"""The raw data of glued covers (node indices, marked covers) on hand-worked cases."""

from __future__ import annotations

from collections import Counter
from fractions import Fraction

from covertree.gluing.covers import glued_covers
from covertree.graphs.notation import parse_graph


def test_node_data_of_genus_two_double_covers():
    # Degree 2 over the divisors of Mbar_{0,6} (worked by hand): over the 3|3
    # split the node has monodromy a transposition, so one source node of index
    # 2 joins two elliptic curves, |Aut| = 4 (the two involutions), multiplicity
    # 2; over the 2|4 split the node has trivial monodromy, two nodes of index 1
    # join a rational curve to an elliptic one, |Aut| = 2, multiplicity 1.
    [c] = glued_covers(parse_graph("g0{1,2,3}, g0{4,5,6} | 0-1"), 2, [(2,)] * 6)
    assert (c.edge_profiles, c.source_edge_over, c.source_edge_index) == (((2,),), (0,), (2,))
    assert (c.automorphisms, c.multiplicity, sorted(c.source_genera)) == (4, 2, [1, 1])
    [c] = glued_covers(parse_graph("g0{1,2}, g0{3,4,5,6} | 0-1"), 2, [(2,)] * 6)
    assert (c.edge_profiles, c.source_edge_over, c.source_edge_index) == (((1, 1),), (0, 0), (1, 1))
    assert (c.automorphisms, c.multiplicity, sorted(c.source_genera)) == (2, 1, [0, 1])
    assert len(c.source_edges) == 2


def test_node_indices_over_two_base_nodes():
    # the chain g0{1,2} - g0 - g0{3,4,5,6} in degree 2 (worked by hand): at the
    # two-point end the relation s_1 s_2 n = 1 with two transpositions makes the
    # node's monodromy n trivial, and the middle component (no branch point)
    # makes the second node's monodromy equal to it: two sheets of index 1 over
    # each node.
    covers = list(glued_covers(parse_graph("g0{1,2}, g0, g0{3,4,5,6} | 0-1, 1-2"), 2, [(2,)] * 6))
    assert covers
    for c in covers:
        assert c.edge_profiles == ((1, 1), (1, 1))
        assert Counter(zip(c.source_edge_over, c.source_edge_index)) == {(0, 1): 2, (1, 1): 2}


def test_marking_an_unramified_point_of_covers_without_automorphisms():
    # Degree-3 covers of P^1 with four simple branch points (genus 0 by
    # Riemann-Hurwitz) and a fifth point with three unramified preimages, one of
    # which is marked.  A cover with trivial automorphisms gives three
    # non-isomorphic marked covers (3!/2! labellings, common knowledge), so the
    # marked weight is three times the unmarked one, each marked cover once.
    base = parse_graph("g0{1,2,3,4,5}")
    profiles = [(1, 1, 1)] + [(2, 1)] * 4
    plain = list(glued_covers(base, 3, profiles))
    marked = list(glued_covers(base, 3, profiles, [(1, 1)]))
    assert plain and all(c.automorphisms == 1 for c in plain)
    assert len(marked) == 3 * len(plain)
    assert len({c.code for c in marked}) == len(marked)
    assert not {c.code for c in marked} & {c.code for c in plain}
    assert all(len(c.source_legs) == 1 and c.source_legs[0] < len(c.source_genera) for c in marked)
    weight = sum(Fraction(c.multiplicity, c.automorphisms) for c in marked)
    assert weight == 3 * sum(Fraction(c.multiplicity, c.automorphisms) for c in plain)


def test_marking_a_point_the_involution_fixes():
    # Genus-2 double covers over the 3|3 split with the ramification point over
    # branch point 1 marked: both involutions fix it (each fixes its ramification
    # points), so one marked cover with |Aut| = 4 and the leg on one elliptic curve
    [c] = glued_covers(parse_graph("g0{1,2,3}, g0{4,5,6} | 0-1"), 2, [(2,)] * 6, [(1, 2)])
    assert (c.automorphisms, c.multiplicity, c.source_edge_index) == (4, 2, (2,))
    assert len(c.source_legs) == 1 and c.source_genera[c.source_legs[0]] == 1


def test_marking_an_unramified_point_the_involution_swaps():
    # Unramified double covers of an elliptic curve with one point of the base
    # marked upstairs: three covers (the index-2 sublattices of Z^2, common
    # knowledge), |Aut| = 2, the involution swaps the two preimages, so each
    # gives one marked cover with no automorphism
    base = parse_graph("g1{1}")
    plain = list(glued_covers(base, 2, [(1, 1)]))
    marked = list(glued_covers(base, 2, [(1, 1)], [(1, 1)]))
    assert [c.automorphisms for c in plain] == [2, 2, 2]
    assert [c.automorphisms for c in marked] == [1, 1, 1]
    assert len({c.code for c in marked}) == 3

■ ■ ■ ■

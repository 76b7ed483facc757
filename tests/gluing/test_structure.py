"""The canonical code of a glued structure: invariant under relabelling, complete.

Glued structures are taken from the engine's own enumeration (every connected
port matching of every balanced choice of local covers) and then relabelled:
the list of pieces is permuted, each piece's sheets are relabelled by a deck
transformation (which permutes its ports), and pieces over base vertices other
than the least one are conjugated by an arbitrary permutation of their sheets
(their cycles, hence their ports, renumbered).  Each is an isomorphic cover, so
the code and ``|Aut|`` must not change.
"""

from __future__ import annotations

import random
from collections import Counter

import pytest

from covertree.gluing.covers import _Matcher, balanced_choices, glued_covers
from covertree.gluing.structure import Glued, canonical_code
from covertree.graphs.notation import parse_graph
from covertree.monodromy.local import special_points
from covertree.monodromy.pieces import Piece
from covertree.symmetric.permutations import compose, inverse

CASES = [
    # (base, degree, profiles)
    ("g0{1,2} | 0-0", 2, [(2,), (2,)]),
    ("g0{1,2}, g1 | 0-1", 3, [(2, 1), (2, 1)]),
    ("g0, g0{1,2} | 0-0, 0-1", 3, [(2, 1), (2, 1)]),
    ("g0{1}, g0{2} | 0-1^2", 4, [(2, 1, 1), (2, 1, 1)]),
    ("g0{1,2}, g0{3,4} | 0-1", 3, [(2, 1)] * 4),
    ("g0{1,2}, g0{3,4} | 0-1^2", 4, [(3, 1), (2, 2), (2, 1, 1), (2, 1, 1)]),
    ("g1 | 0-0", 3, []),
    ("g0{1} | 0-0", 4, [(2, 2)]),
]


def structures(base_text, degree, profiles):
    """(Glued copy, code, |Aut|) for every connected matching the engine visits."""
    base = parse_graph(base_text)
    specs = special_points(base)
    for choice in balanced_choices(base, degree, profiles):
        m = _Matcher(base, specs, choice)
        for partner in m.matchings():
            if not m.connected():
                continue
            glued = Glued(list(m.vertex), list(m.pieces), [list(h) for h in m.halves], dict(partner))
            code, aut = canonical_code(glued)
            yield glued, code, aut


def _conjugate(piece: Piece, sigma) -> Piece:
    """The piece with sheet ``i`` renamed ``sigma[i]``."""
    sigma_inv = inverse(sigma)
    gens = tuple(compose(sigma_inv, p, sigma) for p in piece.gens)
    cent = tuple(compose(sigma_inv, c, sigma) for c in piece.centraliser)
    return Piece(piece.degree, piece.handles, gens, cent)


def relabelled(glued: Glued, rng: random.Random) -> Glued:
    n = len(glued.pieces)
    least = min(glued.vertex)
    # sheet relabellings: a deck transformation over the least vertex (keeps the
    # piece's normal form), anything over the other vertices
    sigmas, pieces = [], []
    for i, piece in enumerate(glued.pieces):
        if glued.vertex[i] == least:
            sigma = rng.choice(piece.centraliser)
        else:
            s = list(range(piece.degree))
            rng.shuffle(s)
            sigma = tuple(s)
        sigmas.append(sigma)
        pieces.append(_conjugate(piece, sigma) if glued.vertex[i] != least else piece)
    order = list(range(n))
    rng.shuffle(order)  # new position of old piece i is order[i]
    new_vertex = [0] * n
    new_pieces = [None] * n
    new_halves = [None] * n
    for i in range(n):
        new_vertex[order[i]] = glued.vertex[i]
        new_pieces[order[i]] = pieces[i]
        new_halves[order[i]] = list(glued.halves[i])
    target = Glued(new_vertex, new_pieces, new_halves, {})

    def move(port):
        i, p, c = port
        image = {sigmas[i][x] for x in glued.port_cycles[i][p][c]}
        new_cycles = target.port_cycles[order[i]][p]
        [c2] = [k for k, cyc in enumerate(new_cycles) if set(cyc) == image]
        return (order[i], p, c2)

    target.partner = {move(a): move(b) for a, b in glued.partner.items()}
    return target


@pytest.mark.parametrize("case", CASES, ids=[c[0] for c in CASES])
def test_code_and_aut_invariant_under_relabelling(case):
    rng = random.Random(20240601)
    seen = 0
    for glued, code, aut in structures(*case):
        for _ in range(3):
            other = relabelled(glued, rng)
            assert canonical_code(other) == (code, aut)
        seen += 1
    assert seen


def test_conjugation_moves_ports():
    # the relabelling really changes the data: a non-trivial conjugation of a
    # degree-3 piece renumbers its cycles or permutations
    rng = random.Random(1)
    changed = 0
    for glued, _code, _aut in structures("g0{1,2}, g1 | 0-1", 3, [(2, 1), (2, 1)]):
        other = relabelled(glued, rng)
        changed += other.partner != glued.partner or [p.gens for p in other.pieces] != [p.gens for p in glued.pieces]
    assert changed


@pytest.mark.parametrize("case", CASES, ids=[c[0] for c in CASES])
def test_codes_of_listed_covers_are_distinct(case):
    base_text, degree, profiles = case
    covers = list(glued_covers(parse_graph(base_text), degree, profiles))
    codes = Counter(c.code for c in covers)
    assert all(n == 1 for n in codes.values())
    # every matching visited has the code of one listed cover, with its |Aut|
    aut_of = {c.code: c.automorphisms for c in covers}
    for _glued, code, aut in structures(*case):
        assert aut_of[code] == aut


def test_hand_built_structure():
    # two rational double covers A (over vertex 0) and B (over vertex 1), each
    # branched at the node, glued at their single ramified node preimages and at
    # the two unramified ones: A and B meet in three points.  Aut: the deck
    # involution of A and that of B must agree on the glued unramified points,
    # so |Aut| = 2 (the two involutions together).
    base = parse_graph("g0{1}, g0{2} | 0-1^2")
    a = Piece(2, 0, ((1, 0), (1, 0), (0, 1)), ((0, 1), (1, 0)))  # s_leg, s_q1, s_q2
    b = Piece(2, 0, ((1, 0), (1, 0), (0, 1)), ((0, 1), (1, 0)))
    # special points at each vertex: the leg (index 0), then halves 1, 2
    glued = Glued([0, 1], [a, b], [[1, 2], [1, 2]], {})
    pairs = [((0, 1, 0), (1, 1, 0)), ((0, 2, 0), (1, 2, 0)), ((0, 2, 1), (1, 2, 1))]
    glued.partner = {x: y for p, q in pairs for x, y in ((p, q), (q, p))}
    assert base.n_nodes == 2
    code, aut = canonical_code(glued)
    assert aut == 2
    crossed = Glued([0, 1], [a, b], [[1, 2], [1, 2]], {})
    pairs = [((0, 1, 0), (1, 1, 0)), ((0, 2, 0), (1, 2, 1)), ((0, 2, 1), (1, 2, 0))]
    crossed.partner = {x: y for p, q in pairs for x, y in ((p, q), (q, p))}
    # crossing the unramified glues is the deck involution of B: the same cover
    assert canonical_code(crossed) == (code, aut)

■ ■ ■ ■

_Work request_. Which lines of the records above contain the word "three"? Report each one.

_Expected answer_.
    # Riemann-Hurwitz) and a fifth point with three unramified preimages, one of
    # which is marked.  A cover with trivial automorphisms gives three
    # marked weight is three times the unmarked one, each marked cover once.
    # marked upstairs: three covers (the index-2 sublattices of Z^2, common
    # the two unramified ones: A and B meet in three points.  Aut: the deck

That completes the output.